The announcement took place at SAP Sapphire, one of SAP’s largest global events, with Jensen Huang, founder and CEO of NVIDIA, alongside Christian Klein, CEO of SAP. The stage was big, the audience was qualified, and the topic was on everyone’s lips in the sector — but what really stood out wasn’t just the names of the companies together. It was the depth of the problem they decided to solve jointly and in a structured way.
The central theme was one of the most important for anyone working with AI today: how do you trust agents that access business-critical systems? It sounds like a philosophical question, but in practice it represents one of the biggest blockers for enterprise AI adoption at scale. Companies of all sizes are already interested in autonomous agents, but stalling adoption due to a lack of technical guarantees and solid governance is extremely common in today’s market.
Think about it — an AI agent that can work with finances, supply chain, procurement, and manufacturing without needing approval at every step is incredibly useful, but it’s also a massive risk if it doesn’t have the right guardrails. We’re talking about systems that move money, manage inventory, control purchase orders, and directly interfere with a company’s operations.

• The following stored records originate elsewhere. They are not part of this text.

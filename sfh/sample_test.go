package sfh_test

import (
	"fmt"
	"math"
	"testing"

	"github.com/stretchr/testify/assert"
	"github.com/stretchr/testify/require"

	"spinpop/sfh"
)

// Exact sampling: one-sample KS of 200k draws against CumulativeMass, for every
// component type and for sums with dips.
func TestSampleKS(t *testing.T) {
	for i, tc := range testHistories() {
		t.Run(tc.name, func(t *testing.T) {
			t.Parallel() // each subtest has its own history and stream
			h := mustNew(t, tc.parts)
			r := newRand(uint64(100 + i))
			requireKS(t, func() float64 { return h.Sample(r) }, h.CumulativeMass, 0, maxAge)
		})
	}
}

// The test is able to fail: a sampler for a neighbouring history (burst moved
// by a fifth of its width) is rejected.
func TestSampleKSDetectsWrongHistory(t *testing.T) {
	h := mustNew(t, []sfh.Part{{Name: "burst", Component: sfh.Burst{AgeGyr: 2, WidthGyr: 0.3, MassFraction: 1}}})
	wrong := mustNew(t, []sfh.Part{{Name: "burst", Component: sfh.Burst{AgeGyr: 2.06, WidthGyr: 0.3, MassFraction: 1}}})
	r := newRand(7)
	s := make([]float64, ksSamples)
	for i := range s {
		s[i] = wrong.Sample(r)
	}
	d := ksStatistic(s, h.CumulativeMass)
	assert.Less(t, kolmogorovSF(math.Sqrt(ksSamples)*d), ksAlpha)
}

type rangeCase struct {
	history string
	lo, hi  float64
}

// Ranges inside a dip, straddling a burst, in a burst's far tail (5–6.7σ),
// straddling a piecewise edge with an empty bin, and clipped at MaxAge.
var rangeCases = []rangeCase{
	{"mix-dip", 4.5, 5.5},
	{"mix-dip", 1.8, 2.9},
	{"burst", 3.5, 4.0},
	{"edge-burst", 0, 0.05},
	{"mix-two-dips", 0.8, 3.3},
	{"mix-two-dips", 1.2, 1.8},
	{"steep", 12.5, 20},
	{"rising", 0, 0.1},
	// Narrow ranges of an exponential (rate × width ≤ 0.25): drawn by
	// rejection from the uniform, heavy end low and high.
	{"declining", 2.0, 2.6},
	{"rising", 5.0, 5.4},
}

func historyByName(t *testing.T, name string) *sfh.History {
	for _, tc := range testHistories() {
		if tc.name == name {
			return mustNew(t, tc.parts)
		}
	}
	t.Fatalf("no test history %q", name)
	return nil
}

// SampleInRange and RangeSampler stay inside the range and follow the
// conditional CDF MassInRange(lo, x)/MassInRange(lo, hi).
func TestSampleInRangeKS(t *testing.T) {
	for i, rc := range rangeCases {
		h := historyByName(t, rc.history)
		hi := math.Min(rc.hi, maxAge)
		cdf := func(x float64) float64 { return h.MassInRange(rc.lo, x) / h.MassInRange(rc.lo, hi) }
		label := fmt.Sprintf("%s[%g,%g]", rc.history, rc.lo, rc.hi)
		t.Run(label+"/SampleInRange", func(t *testing.T) {
			t.Parallel() // History is immutable; each subtest has its own stream
			r := newRand(uint64(200 + i))
			requireKS(t, func() float64 { return h.SampleInRange(r, rc.lo, rc.hi) }, cdf, rc.lo, hi)
		})
		t.Run(label+"/RangeSampler", func(t *testing.T) {
			t.Parallel()
			s, err := h.RangeSampler(rc.lo, rc.hi)
			require.NoError(t, err)
			lo, shi := s.Range()
			assert.Equal(t, rc.lo, lo)
			assert.Equal(t, hi, shi)
			assert.InDelta(t, h.MassInRange(rc.lo, rc.hi), s.Mass(), 1e-15)
			r := newRand(uint64(300 + i))
			requireKS(t, func() float64 { return s.Sample(r) }, cdf, rc.lo, hi)
		})
	}
}

// SampleInRange and RangeSampler implement the same draw: from equal seeds
// they return identical sequences.
func TestSampleInRangeMatchesRangeSampler(t *testing.T) {
	for _, rc := range rangeCases {
		h := historyByName(t, rc.history)
		s, err := h.RangeSampler(rc.lo, rc.hi)
		require.NoError(t, err)
		r1, r2 := newRand(9), newRand(9)
		for i := 0; i < 1000; i++ {
			require.Equal(t, s.Sample(r1), h.SampleInRange(r2, rc.lo, rc.hi))
		}
	}
}

// Same seed, same numbers.
func TestSampleDeterministic(t *testing.T) {
	h := mustNew(t, mix2())
	a, b := newRand(42), newRand(42)
	for i := 0; i < 1000; i++ {
		require.Equal(t, h.Sample(a), h.Sample(b))
	}
}

// The hot path allocates nothing.
func TestSampleAllocatesNothing(t *testing.T) {
	h := mustNew(t, mix2())
	s, err := h.RangeSampler(2, 4)
	require.NoError(t, err)
	r := newRand(1)
	assert.Zero(t, testing.AllocsPerRun(1000, func() { h.Sample(r) }))
	assert.Zero(t, testing.AllocsPerRun(1000, func() { s.Sample(r) }))
	assert.Zero(t, testing.AllocsPerRun(1000, func() { h.SampleInRange(r, 2, 4) }))
}

// Ranges that form no stars are errors for RangeSampler and NaN for
// SampleInRange.
func TestRangeWithoutStars(t *testing.T) {
	h := mustNew(t, []sfh.Part{{Name: "bins", Weight: 1, Component: sfh.Piecewise{
		EdgesGyr: []float64{0, 1, 3, 13}, Rates: []float64{1, 0, 1}}}})
	r := newRand(3)
	for _, rg := range [][2]float64{{1.2, 2.8}, {14, 15}, {-2, -1}, {5, 5}, {6, 4}, {math.NaN(), 3}} {
		_, err := h.RangeSampler(rg[0], rg[1])
		assert.Errorf(t, err, "range %v", rg)
		assert.Truef(t, math.IsNaN(h.SampleInRange(r, rg[0], rg[1])), "range %v", rg)
	}
	_, err := h.RangeSampler(1.2, 2.8)
	assert.ErrorContains(t, err, "no stars form in the age range [1.2, 2.8]")
	_, err = h.RangeSampler(14, 15)
	assert.ErrorContains(t, err, "does not overlap")
}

Any wrong decision, or any unauthorized access to sensitive data, can generate real consequences, from financial losses to serious regulatory violations across different markets around the world.
That’s exactly the gap this partnership is trying to close, with NVIDIA OpenShell being incorporated directly into the SAP Business AI Platform as a runtime security layer for all agents on the platform. The idea is simple in concept but quite robust in execution: give autonomous agents a controlled execution environment with clear policies, audit trails, and infrastructure-level containment. This shifts the conversation from can we use agents? to how can we use agents safely in production?

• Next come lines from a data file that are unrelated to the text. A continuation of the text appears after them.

package sfh_test

import (
	"encoding/json"
	"os"
	"testing"

	"github.com/stretchr/testify/assert"
	"github.com/stretchr/testify/require"
)

type mixtureRef struct {
	Name       string
	Ages       []float64
	Rate       []float64
	Cumulative []float64
	MeanRange  [2]float64 `json:"mean_range"`
	MeanAge    float64    `json:"mean_age"`
}

type kolmogorovRef struct{ X, SF float64 }

func loadRef(t *testing.T) (mix []mixtureRef, ks []kolmogorovRef) {
	t.Helper()
	b, err := os.ReadFile("testdata/reference.json")
	require.NoError(t, err)
	var ref struct {
		Mixtures   []mixtureRef
		Kolmogorov []kolmogorovRef
	}
	require.NoError(t, json.Unmarshal(b, &ref))
	require.Len(t, ref.Mixtures, 2)
	require.NotEmpty(t, ref.Kolmogorov)
	return ref.Mixtures, ref.Kolmogorov
}

// Rate, CumulativeMass and MeanAgeInRange of two sums with dips against an
// independent implementation of the documented definitions.
// Source: SciPy 1.10 scipy.integrate.quad and scipy.stats.truncnorm,
// testdata/reference.py.
func TestMixturesAgainstSciPy(t *testing.T) {
	mix, _ := loadRef(t)
	for i, m := range mix {
		parts := mix1()
		if i == 1 {
			parts = mix2()
		}
		h := mustNew(t, parts)
		for k, a := range m.Ages {
			assert.InDeltaf(t, m.Rate[k], h.Rate(a), 1e-9, "%s rate at %g", m.Name, a)
			assert.InDeltaf(t, m.Cumulative[k], h.CumulativeMass(a), 1e-9, "%s cumulative at %g", m.Name, a)
		}
		assert.InDelta(t, m.MeanAge, h.MeanAgeInRange(m.MeanRange[0], m.MeanRange[1]), 1e-8, m.Name)
	}
}

// The test's own Kolmogorov distribution against SciPy, including the
// critical value 1.9495 for ksAlpha = 0.001.
// Source: SciPy 1.10 scipy.special.kolmogorov, testdata/reference.py.
func TestKolmogorovDistribution(t *testing.T) {
	_, ks := loadRef(t)
	for _, k := range ks {
		assert.InDeltaf(t, k.SF, kolmogorovSF(k.X), 1e-12, "x = %g", k.X)
	}
	assert.InDelta(t, ksAlpha, kolmogorovSF(1.9495), 1e-6)
}
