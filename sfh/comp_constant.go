package sfh

// Constant forms stars at a flat rate over [0, MaxAgeGyr].
type Constant struct{}

func (Constant) kind() string                                            { return "Constant" }
func (Constant) role() Role                                              { return Smooth }
func (Constant) strength() string                                        { return "" }
func (Constant) check(string, float64) error                             { return nil }
func (Constant) newShape(maxAge float64) shape                           { return &uniformShape{maxAge: maxAge} }
func (Constant) params(func(string, float64, float64, float64), float64) {}
func (c Constant) with(string, float64) (Component, bool)                { return c, false }
func (c Constant) clone() Component                                      { return c }

// String describes the component in a few words.
func (Constant) String() string { return "constant rate" }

What is OpenShell and why it matters so much
NVIDIA OpenShell is an open source runtime created specifically for the secure development and deployment of autonomous AI agents. Its purpose is well-defined: create an isolated execution environment for agents that need to interact with external systems, make autonomous decisions, and access sensitive data without requiring a human to validate each step individually. In practice, it works as a kind of security container that wraps around the agent and precisely defines what it can and cannot do during task execution — and this happens at the infrastructure level, not just at the software or user configuration level.

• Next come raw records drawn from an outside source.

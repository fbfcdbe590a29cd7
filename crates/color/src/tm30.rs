//! ANSI/IES TM-30-20 colour fidelity and gamut (fidelity index identical to
//! CIE 224:2017 Rf): Rf, Rg, the 99 per-sample fidelities, and per hue bin
//! Rf,hj, Rcs,hj (chroma shift), Rhs,hj (hue shift) plus the bin averages the
//! colour-vector graphic is drawn from.
//!
//! Method (CIE 224:2017 §4–5; TM-30-20 §4):
//! 1. CCT of the test light (Lampwright's lamp CCT: Ohno 2014, 1931 2°).
//! 2. Reference: Planckian below 4000 K, CIE daylight above 5000 K, and in
//!    between a mix of both normalised to equal Y (1931 ȳ), with daylight weight
//!    `(T − 4000)/1000`.
//! 3. XYZ of the 99 colour evaluation samples (CES) under test and reference,
//!    CIE 1964 10° observer, 380–780 nm at 1 nm (CIE 224's range; Lampwright's
//!    grid extends to 360–830 nm but the samples are only defined on 380–780 nm),
//!    each light scaled to Y = 100.
//! 4. CAM02-UCS J′a′b′ (`L_A` = 100 cd/m², Yb = 20, average surround, D = 1).
//! 5. ΔE′ᵢ per sample; `Rf = 10·ln(exp((100 − 6.73·mean ΔE′)/10) + 1)`.
//! 6. Samples sorted into 16 bins of 22.5° by their hue under the reference;
//!    per bin average a′, b′ under test and reference; Rg = 100 × ratio of the
//!    areas of the two 16-gons; Rcs,hj and Rhs,hj are the components of the bin
//!    shift along and across the bin's centre hue, over the reference chroma.
//!
//! Speed: the 99 reflectances are kept on the 380–780 nm window; per call the
//! light-weighted colour-matching functions S(λ)·x̄₁₀(λ) etc. of test and
//! reference are formed once and each sample is read once for both lights (see
//! `spectral_weights.rs` for why this beats a precomputed CES × CMF matrix).
//!
//! The lamp CCT used to pick the reference sums 360–830 nm; colour-science 0.4.7
//! (`colour_fidelity_index_ANSIIESTM3018`) trims the test light to 380–780 nm
//! first. The CCTs differ by a fraction of a kelvin (see the fixture test).
//!
//! # References
//! - ANSI/IES TM-30-20, *IES Method for Evaluating Light Source Color Rendition*.
//! - CIE 224:2017, *CIE 2017 Colour Fidelity Index for accurate scientific use*,
//!   doi:10.25039/TR.224.2017.
//! - Luo, M. R., Cui, G., Li, C. (2006). Uniform colour spaces based on CIECAM02.
//!   *Color Res. Appl.* 31(4), 320–330. doi:10.1002/col.20227

use crate::batch_math::{atan2_in_place, exp_in_place, ln_in_place};
use crate::cam02::{Cam02Ucs, delta_e_cam02ucs};
use crate::cct::{CctDuv, CctMethod, cct_duv, uv1960_of_spd};
use crate::cri::ReferenceKind;
use crate::error::{ColorError, Result};
use crate::illuminant::{
    daylight, daylight_basis, daylight_m1_m2, daylight_m1_m2_unrounded, planckian,
};
use crate::mired_table::MiredTable;
use crate::observer::Observer;
use crate::spectral_weights::{SampleSet, SampleXyz, dot};
use crate::spectrum::{GRID_START_NM, Reflectance, RelativeSpd};
use crate::table::AssetTable;
use crate::tristimulus::Xyz;
use std::sync::LazyLock;

/// Below the first bound the reference is Planckian, above the second CIE daylight, K.
pub const TM30_BLEND_RANGE_K: (f64, f64) = (4000.0, 5000.0);
/// Scaling factor `c_f` of the fidelity index (CIE 224:2017 eq. 5).
pub const TM30_CF: f64 = 6.73;
/// Number of hue bins.
pub const TM30_BINS: usize = 16;
/// Number of colour evaluation samples.
pub const TM30_CES_COUNT: usize = 99;

/// CIE 224 wavelength range, nm.
const START_NM: u32 = 380;
const END_NM: u32 = 780;
const WINDOW_START: usize = (START_NM - GRID_START_NM) as usize;
const WINDOW_LEN: usize = (END_NM - START_NM + 1) as usize;

/// TM-30 figures of one light.
#[derive(Debug, Clone, PartialEq, serde::Serialize, serde::Deserialize)]
pub struct Tm30 {
    /// Fidelity index Rf (= CIE 224 Rf), 0–100, unrounded.
    pub rf: f64,
    /// Gamut index Rg, 100 for the reference.
    pub rg: f64,
    /// Fidelity of each of the 99 samples, Rf,CES1…99.
    pub rf_ces: Vec<f64>,
    /// Hue angle h′ of each sample under the reference, degrees 0–360 (its bin
    /// is `floor(h′ / 22.5)`).
    pub ces_reference_hue_deg: Vec<f64>,
    /// Local fidelity per hue bin, Rf,h1…h16.
    pub rf_hj: [f64; TM30_BINS],
    /// Local chroma shift per hue bin, Rcs,h1…h16, in percent.
    pub rcs_hj: [f64; TM30_BINS],
    /// Local hue shift per hue bin, Rhs,h1…h16 (radians-like fraction of the reference chroma).
    pub rhs_hj: [f64; TM30_BINS],
    /// Average (a′, b′) per bin under the test light (colour-vector graphic).
    pub bin_test_ab: [[f64; 2]; TM30_BINS],
    /// Average (a′, b′) per bin under the reference (colour-vector graphic).
    pub bin_reference_ab: [[f64; 2]; TM30_BINS],
    /// CCT and Duv of the test light that chose the reference.
    pub cct: CctDuv,
    /// Reference used.
    pub reference: ReferenceKind,
    /// Weight of daylight in the reference (0 Planckian, 1 daylight).
    pub daylight_fraction: f64,
}

static CES_SET: LazyLock<Result<SampleSet>> = LazyLock::new(|| {
    let t = AssetTable::parse(
        "cie224_ces99.csv",
        include_str!("../../../assets/standard/cie224_ces99.csv"),
    )?;
    if t.columns.len() != TM30_CES_COUNT {
        return Err(ColorError::Numerical(format!(
            "cie224_ces99.csv has {} samples, expected {TM30_CES_COUNT}",
            t.columns.len()
        )));
    }
    let samples = t
        .columns
        .iter()
        .map(|c| Reflectance::from_samples(&t.wavelengths_nm, c))
        .collect::<Result<Vec<_>>>()?;
    Ok(SampleSet::new(
        &samples,
        Observer::cie1964_10deg(),
        WINDOW_START,
        WINDOW_LEN,
    ))
});

/// Y (1931 ȳ) of a spectrum over 380–780 nm, for the reference blend.
fn y_380_780(spd: &RelativeSpd) -> f64 {
    let w = WINDOW_START..WINDOW_START + WINDOW_LEN;
    dot(&spd.values()[w.clone()], &Observer::cie1931_2deg().y_bar[w])
}

/// The TM-30 / CIE 224 reference spectrum at `cct_k` (1000–25 000 K), with
/// its kind and daylight fraction.
pub fn tm30_reference(cct_k: f64) -> Result<(RelativeSpd, ReferenceKind, f64)> {
    let (lo, hi) = TM30_BLEND_RANGE_K;
    if cct_k < lo {
        return Ok((planckian(cct_k)?, ReferenceKind::Planckian, 0.0));
    }
    if cct_k > hi {
        return Ok((daylight(cct_k)?, ReferenceKind::Daylight, 1.0));
    }
    let p = planckian(cct_k)?;
    let d = daylight(cct_k)?;
    let (yp, yd) = (y_380_780(&p), y_380_780(&d));
    if !(yp > 0.0 && yd > 0.0) {
        return Err(ColorError::Numerical(format!(
            "reference spectra at {cct_k} K have no luminance"
        )));
    }
    let m = (cct_k - lo) / (hi - lo);
    let mix = RelativeSpd::weighted_sum([((1.0 - m) / yp, &p), (m / yd, &d)]);
    Ok((mix, ReferenceKind::Blend, m))
}

/// `10·ln(exp((100 − c_f·ΔE′)/10) + 1)` (CIE 224:2017 eq. 5), without overflow.
#[must_use]
pub fn rf_from_delta_e(delta_e: f64) -> f64 {
    let x = (100.0 - TM30_CF * delta_e) / 10.0;
    // softplus: ln(1 + eˣ) = max(x, 0) + ln(1 + e^−|x|)
    10.0 * (x.max(0.0) + (-x.abs()).exp().ln_1p())
}

/// [`rf_from_delta_e`] of many differences at once (vectorised `exp` and
/// `ln`; `ln(1 + e)` for e ∈ (0, 1] loses nothing that shows in Rf).
fn rf_from_delta_e_many(delta_e: &[f64]) -> Vec<f64> {
    let x: Vec<f64> = delta_e
        .iter()
        .map(|d| (100.0 - TM30_CF * d) / 10.0)
        .collect();
    // e^−|x| underflows to 0 below −708; so does the term it feeds.
    let mut e: Vec<f64> = x.iter().map(|x| -x.abs().min(700.0)).collect();
    exp_in_place(&mut e);
    for v in &mut e {
        *v += 1.0;
    }
    ln_in_place(&mut e);
    x.iter()
        .zip(e)
        .map(|(x, l)| 10.0 * (x.max(0.0) + l))
        .collect()
}

/// CAM02-UCS J′a′b′ of the 99 samples under a light.
fn ces_jab(sums: &SampleXyz) -> Result<Vec<[f64; 3]>> {
    let white = sums.white;
    if !(white.y > 0.0 && white.is_finite()) {
        return Err(ColorError::NotColorimetric {
            what: "light".into(),
            reason: "it has no visible power between 380 and 780 nm".into(),
        });
    }
    let k = 100.0 / white.y;
    let ucs = Cam02Ucs::tm30(white.scaled(k))?;
    let scaled: Vec<Xyz> = sums.samples.iter().map(|x| x.scaled(k)).collect();
    Ok(ucs.jab_many(&scaled))
}

/// Twice the signed area of the polygon through `pts` in order (shoelace).
fn polygon_area(pts: &[[f64; 2]; TM30_BINS]) -> f64 {
    (0..TM30_BINS)
        .map(|i| {
            let (a, b) = (pts[i], pts[(i + 1) % TM30_BINS]);
            a[0] * b[1] - a[1] * b[0]
        })
        .sum::<f64>()
        / 2.0
}

/// CCT range over which the Planckian reference side is tabulated, K: every
/// CCT the lamp metrics accept up to the end of the blend.
const PLANCK_TABLE_K: (f64, f64) = (1000.0, TM30_BLEND_RANGE_K.1);
/// Nodes of that table: 2 mired apart (see the table-against-direct test).
const PLANCK_TABLE_NODES: usize = 401;
/// Values per node before the J′a′b′: white and samples, XYZ each.
const FLAT_XYZ: usize = 3 * (TM30_CES_COUNT + 1);

/// The Planckian reference side per node: white and CES XYZ (10°) divided by
/// the light's Y over 380–780 nm (the blend's normalisation), then the CES
/// J′a′b′ under the Planckian itself.
static PLANCK_TABLE: LazyLock<Result<MiredTable>> = LazyLock::new(|| {
    let set = CES_SET.as_ref().map_err(Clone::clone)?;
    MiredTable::build(
        PLANCK_TABLE_K,
        PLANCK_TABLE_NODES,
        FLAT_XYZ + 3 * TM30_CES_COUNT,
        |t, out| {
            let p = planckian(t)?;
            let sums = set.xyz_one(p.values());
            sums.write_flat(y_380_780(&p), &mut out[..FLAT_XYZ]);
            for (o, jab) in out[FLAT_XYZ..].chunks_exact_mut(3).zip(ces_jab(&sums)?) {
                o.copy_from_slice(&jab);
            }
            Ok(())
        },
    )
});

/// CIE daylight is `S0 + M1·S1 + M2·S2`: the CES sums and Y (380–780 nm) of
/// each basis function, so daylight references need no spectrum.
static DAYLIGHT_SUMS: LazyLock<Result<[(SampleXyz, f64); 3]>> = LazyLock::new(|| {
    let set = CES_SET.as_ref().map_err(Clone::clone)?;
    let w = WINDOW_START..WINDOW_START + WINDOW_LEN;
    let y_bar = &Observer::cie1931_2deg().y_bar[w.clone()];
    Ok(daylight_basis()?
        .each_ref()
        .map(|s| (set.xyz_one(s), dot(&s[w.clone()], y_bar))))
});

/// CES sums of CIE daylight with weights `m1`, `m2` and its Y over 380–780 nm.
fn daylight_sums_m(m1: f64, m2: f64) -> Result<(SampleXyz, f64)> {
    let [(s0, y0), (s1, y1), (s2, y2)] = DAYLIGHT_SUMS.as_ref().map_err(Clone::clone)?;
    Ok((
        SampleXyz::combine(&[(1.0, s0), (m1, s1), (m2, s2)]),
        y0 + m1 * y1 + m2 * y2,
    ))
}

/// CES sums of the reference at `cct_k` whose daylight part has weights
/// `m1`, `m2`: daylight alone above the blend, the CIE 224 mix of Planckian
/// (from `planck`, normalised as in [`PLANCK_TABLE`]) and daylight inside it.
fn mixed_sums(cct_k: f64, m1: f64, m2: f64, planck: Option<&SampleXyz>) -> Result<SampleXyz> {
    let (lo, hi) = TM30_BLEND_RANGE_K;
    let (day, yd) = daylight_sums_m(m1, m2)?;
    if cct_k > hi {
        return Ok(day);
    }
    let planck = planck.ok_or_else(|| {
        ColorError::Numerical(format!("no Planckian reference prepared at {cct_k} K"))
    })?;
    if !(yd > 0.0 && planck.white.y > 0.0) {
        return Err(ColorError::Numerical(format!(
            "reference spectra at {cct_k} K have no luminance"
        )));
    }
    let m = (cct_k - lo) / (hi - lo);
    Ok(SampleXyz::combine(&[(1.0 - m, planck), (m / yd, &day)]))
}

/// Step in M1 and M2 of the central differences in [`DAYLIGHT_TABLES`].
const M_STEP: f64 = 1e-3;
const JAB: usize = 3 * TM30_CES_COUNT;

/// The reference J′a′b′ wherever daylight enters (blend and daylight).
///
/// CIE daylight rounds M1 and M2 to three decimals, so its J′a′b′ jump as T
/// moves and cannot be interpolated in T directly. Per node these tables hold
/// F = J′a′b′ at the unrounded M1(T), M2(T) and its partial derivatives in M1
/// and M2 (central differences); a lookup adds the first-order correction for
/// the rounding (|ΔM| ≤ 0.0005). The table-against-direct test bounds the
/// remaining second-order term.
static DAYLIGHT_TABLES: LazyLock<Result<[MiredTable; 3]>> = LazyLock::new(|| {
    let planck_table = PLANCK_TABLE.as_ref().map_err(Clone::clone)?;
    let node = |t: f64, out: &mut [f64]| -> Result<()> {
        let planck = if t <= TM30_BLEND_RANGE_K.1 {
            let mut v = vec![0.0; planck_table.width()];
            if !planck_table.eval(t, &mut v) {
                return Err(ColorError::Numerical(format!(
                    "no Planckian table value at {t} K"
                )));
            }
            Some(SampleXyz::from_flat(&v[..FLAT_XYZ]))
        } else {
            None
        };
        let (m1, m2) = daylight_m1_m2_unrounded(t)?;
        let jab = |m1: f64, m2: f64| ces_jab(&mixed_sums(t, m1, m2, planck.as_ref())?);
        let f = jab(m1, m2)?;
        let (d1p, d1m) = (jab(m1 + M_STEP, m2)?, jab(m1 - M_STEP, m2)?);
        let (d2p, d2m) = (jab(m1, m2 + M_STEP)?, jab(m1, m2 - M_STEP)?);
        let (value, rest) = out.split_at_mut(JAB);
        let (dm1, dm2) = rest.split_at_mut(JAB);
        for i in 0..TM30_CES_COUNT {
            for k in 0..3 {
                value[3 * i + k] = f[i][k];
                dm1[3 * i + k] = (d1p[i][k] - d1m[i][k]) / (2.0 * M_STEP);
                dm2[3 * i + k] = (d2p[i][k] - d2m[i][k]) / (2.0 * M_STEP);
            }
        }
        Ok(())
    };
    // About 1 mired between nodes; the daylight locus changes formula at
    // 7000 K (CIE 15:2018 eq. 4.7), so no table straddles it.
    Ok([
        MiredTable::build(TM30_BLEND_RANGE_K, 51, 3 * JAB, node)?,
        MiredTable::build((TM30_BLEND_RANGE_K.1, DAYLIGHT_SWITCH_K), 58, 3 * JAB, node)?,
        // Its first node must use the formula above the switch, as every
        // temperature it serves does (the two formulas differ by ~1e-6 in x there).
        MiredTable::build((DAYLIGHT_SWITCH_K + 1e-6, 25_000.0), 104, 3 * JAB, node)?,
    ])
});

Among the features OpenShell offers:
- Isolated execution environments — each agent operates within well-defined boundaries, unable to access resources or data outside the permitted scope.
- Policy enforcement at the filesystem and network layers — controls don’t just sit at the application level, they go all the way down to the infrastructure where the agent actually runs.
- Infrastructure-level containment — if the agent’s logic fails or behaves unexpectedly, the damage is contained before it can spread to other systems.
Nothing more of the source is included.